Ok. So March was less than organised. But April. Well April is a new month. A whole new, well-organised, new month. Washed clean by all the rain. And boy; when they talk about April showers, they really mean April showers. The sky has been varying shades of grey for the last four days. My kayak may have floated away briefly at one stage. I even took pity on the guard dog and brought her in one of the nights. The hens were safe and sound so we did not have a repeat of the duck incident. Ah the ducks. They would have loved it……

So what’s the new organised me going to do?

Well first thing is pick myself up from the floor. Organised. What a joke! Wonderfully optimistic and completely naïve is more like it. But I’m not going to change at this stage. And to be honest, I think sometimes the world needs people to be a bit more optimistic and a bit more innocent. Life is too cynical. But that perhaps is another story for another day’s blog post.

 

my kitchen window sill garden (photo credit: fairweatherpaddler)
my kitchen window sill garden
(photo credit: fairweatherpaddler)

So, the freshly revived optimistic me has plans for this month. I think April is kind of crucial to getting things going in the smallholding. Really it’s a busy time for gardeners everywhere. Everyone is sowing and planting out and the really organised are even harvesting their first crops at this stage. I cannot stress enough that I do not fall in to the latter group. But my organisation has been slowly improving. I did get things sown in March. They will need pricking out and planting in to bigger modules until they get more established. I even went so far as to buy some potting compost for seedlings. It was on special offer and we all know how much I like a special offer!

I think I’ll start doing second sowings of some of the salads and peas and beans. I ended up with a glut of lettuce last year that all came in at once. Much of it ended up as food for slugs or bolting. I convinced myself that I was letting it go to seed as part of an experiment. No one else believed me.

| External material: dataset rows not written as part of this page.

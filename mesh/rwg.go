package mesh

import (
	"fmt"

	"gonum.org/v1/gonum/spatial/r3"
)

// Edge is one RWG basis function: an interior edge shared by the triangles Plus
// (T+) and Minus (T-). On T+ the function is +Length/(2 A+) (x - p+), on T- it
// is -Length/(2 A-) (x - p-), where p± are the free vertices (the corners of T±
// opposite the edge). Its surface divergence is +Length/A+ on T+ and
// -Length/A- on T-.
type Edge struct {
	Vertices  [2]int  // end points of the edge
	Plus      int     // triangle T+
	Minus     int     // triangle T-
	PlusFree  int     // free vertex of T+
	MinusFree int     // free vertex of T-
	Length    float64 // edge length, L0
}

// Basis is the RWG basis of a closed mesh: one function per edge.
type Basis struct {
	Mesh  *Mesh
	Edges []Edge
	// TriEdge[t][k] is the index in Edges of the edge of triangle t that lies
	// opposite its local vertex k, so the free vertex of that half-function on t
	// is Mesh.Triangles[t][k].
	TriEdge [][3]int
	// TriSign[t][k] is +1 when t is T+ of edge TriEdge[t][k] and -1 when it is T-.
	TriSign [][3]float64
}

// NewBasis builds the RWG basis of m. Every edge must be shared by exactly two
// triangles (a closed 2-manifold); otherwise the error names the first
// offending triangle and edge. Run Check first for a full report.
func NewBasis(m *Mesh) (*Basis, error) {
	type key struct{ a, b int }
	nt := len(m.Triangles)
	b := &Basis{Mesh: m, TriEdge: make([][3]int, nt), TriSign: make([][3]float64, nt)}
	index := make(map[key]int, 3*nt/2)
	for t, tri := range m.Triangles {
		for k := 0; k < 3; k++ {
			// Local edge k joins the two vertices other than k, in the
			// triangle's counter-clockwise order.
			i, j := tri[(k+1)%3], tri[(k+2)%3]
			lo, hi := i, j
			if lo > hi {
				lo, hi = hi, lo
			}
			kk := key{lo, hi}
			e, seen := index[kk]
			if !seen {
				e = len(b.Edges)
				index[kk] = e
				b.Edges = append(b.Edges, Edge{
					Vertices: [2]int{i, j},
					Plus:     t, PlusFree: tri[k],
					Minus: -1, MinusFree: -1,
					Length: r3.Norm(r3.Sub(m.Vertices[j], m.Vertices[i])),
				})
				b.TriEdge[t][k] = e
				b.TriSign[t][k] = 1
				continue
			}
			ed := &b.Edges[e]
			if ed.Minus >= 0 {
				return nil, fmt.Errorf("mesh %s: edge (%d,%d) of triangle %d is shared by more than two triangles (%d, %d, %d): the surface is not a 2-manifold",
					m.Name, i, j, t, ed.Plus, ed.Minus, t)
			}
			ed.Minus, ed.MinusFree = t, tri[k]
			b.TriEdge[t][k] = e
			b.TriSign[t][k] = -1
		}
	}
	for _, ed := range b.Edges {
		if ed.Minus < 0 {
			return nil, fmt.Errorf("mesh %s: edge (%d,%d) of triangle %d is open (on one triangle only): the surface must be closed",
				m.Name, ed.Vertices[0], ed.Vertices[1], ed.Plus)
		}
	}
	return b, nil
}

// Len returns the number of basis functions (unknowns).
func (b *Basis) Len() int { return len(b.Edges) }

With everything going on with Mr. Fairweather with his work, fractured rib and then having to get his appendix out, the raised beds have been shunted off to one side. He is back fighting fit now and promises to get them going for me soon. He’d better. Otherwise I’ll have nowhere to plant out my seedlings when the time comes! I told him all he has to do is put them together. The Little Paddler and I will fill them. She has her wheelbarrow and buckets at the ready. Granted when we filled the tyres, she got a bit confused about whether we were emptying the wheelbarrow contents in to the tyres or the tyre contents on to the ground but we can work on that.

 

some of last year's tomatoes in the tunnel (photo credit: fairweatherpaddler)
some of last year’s tomatoes in the tunnel
(photo credit: fairweatherpaddler)

I am just starting to read up about straw bale gardening. I have threatened for a while to do it. I think now is the time to get the bales conditioned and figure out what else I can grow in them besides tomatoes.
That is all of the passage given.